6.7B | 32 | 32 | 4096 | 6 657 871 872 |

13B | 40 | 40 | 5140 | 12 952 106 100 |

175B | 96 | 96 | 12288 | 174 599 516 160 |

We could also break down the results by component:

Model | \(n_{params}\) | Attn | FFN | \(W_{te}\) | \(W_{pe}\) |
---|---|---|---|---|---|

Small | 1.25E+08 | 22.64% | 45.27% | 30.83% | 1.26% |

Medium | 3.56E+08 | 28.32% | 56.62% | 14.47% | 0.59% |

Large | 7.60E+08 | 29.82% | 59.62% | 10.16% | 0.41% |

XL | 1.32E+09 | 30.62% | 61.23% | 7.82% | 0.32% |

2.7B | 2.65E+09 | 31.65% | 63.30% | 4.85% | 0.20% |

6.7B | 6.66E+09 | 32.26% | 64.52% | 3.09% | 0.13% |

13B | 1.30E+10 | 32.64% | 65.28% | 1.99% | 0.08% |

175B | 1.75E+11 | 33.21% | 66.42% | 0.35% | 0.01% |

Generally speaking, the feed-forward networks will have almost twice as many parameters as the attention blocks. This is because the attention blocks have \(n_\ell(4d_m^2 + 4d_m)\) parameters, and the feed-forward networks have \(n_\ell(8d_m^2 + 5d_m)\). Thus the result follows because

\[\lim_{d_n \rightarrow \infty} \frac{n_\ell(4d_m^2 + 4d_m)}{n_\ell(8d_m^2 + 5d_m)} = 1/2.\]It would be misleading to say that parameter scaling is the *only* thing OpenAI
has accomplished technologically;
efficient training and inference of massively scaled models are significant
technical challenges requiring a good amount of clever engineering.
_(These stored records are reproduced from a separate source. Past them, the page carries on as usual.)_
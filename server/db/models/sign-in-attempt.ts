import { DataTypes, Model, type CreationOptional, type InferAttributes, type InferCreationAttributes, type Sequelize } from 'sequelize'

/**
 * Failed sign-ins, kept in the database rather than in process memory so that the limit holds
 * across every app server behind the load balancer.
 */
export class SignInAttempt extends Model<InferAttributes<SignInAttempt>, InferCreationAttributes<SignInAttempt>> {
  declare id: CreationOptional<number>
  declare email: string
  declare ip: string
  declare createdAt: CreationOptional<Date>

  static initModel(sequelize: Sequelize) {
    SignInAttempt.init({
      id: { type: DataTypes.BIGINT.UNSIGNED, autoIncrement: true, primaryKey: true },
      email: { type: DataTypes.STRING(254), allowNull: false },
      ip: { type: DataTypes.STRING(45), allowNull: false },
      createdAt: DataTypes.DATE
    }, { sequelize, tableName: 'sign_in_attempts', updatedAt: false })
  }
}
But if scaling and the engineering it requires are the main accomplishments of OpenAI since 2018, it seems clear that one can still build a competitor LLM company by combining preferential access to the capital markets with a keen and persistent bureaucratic acumen. We are fortunate in this respect to be in the early stages of this technology, where most work is still open-source and organizations are only beginning to reorient from splashy public demos to the industrial production of secrets. But as intellectual capital continues to form behind closed doors, upstarts will have an increasingly difficult time competing.

The analogy to semiconductor fabs is compelling but flawed. AI progress is sped along by the tailwinds of hardware advancements and Moore’s law, but there is no Moore’s law for semiconductor capital equipment itself; this latter fact alone justifies TSMC’s enormous capex and its symbiotic relationship with Apple. Instead, we should expect the systems layer of the LLM industry to increasingly resemble the quantitative trading industry: a dynamic landscape where a few players compete to build fast-moving organizations that can produce short-lived technical secrets on a regular basis, and where the knowledge of how to build such organizations can only be learned from within one.

In the limit, the power of the organization all falls down to the executive’s ability to raise capital and allocate it well. Who, then, shall contend with Sam Altman?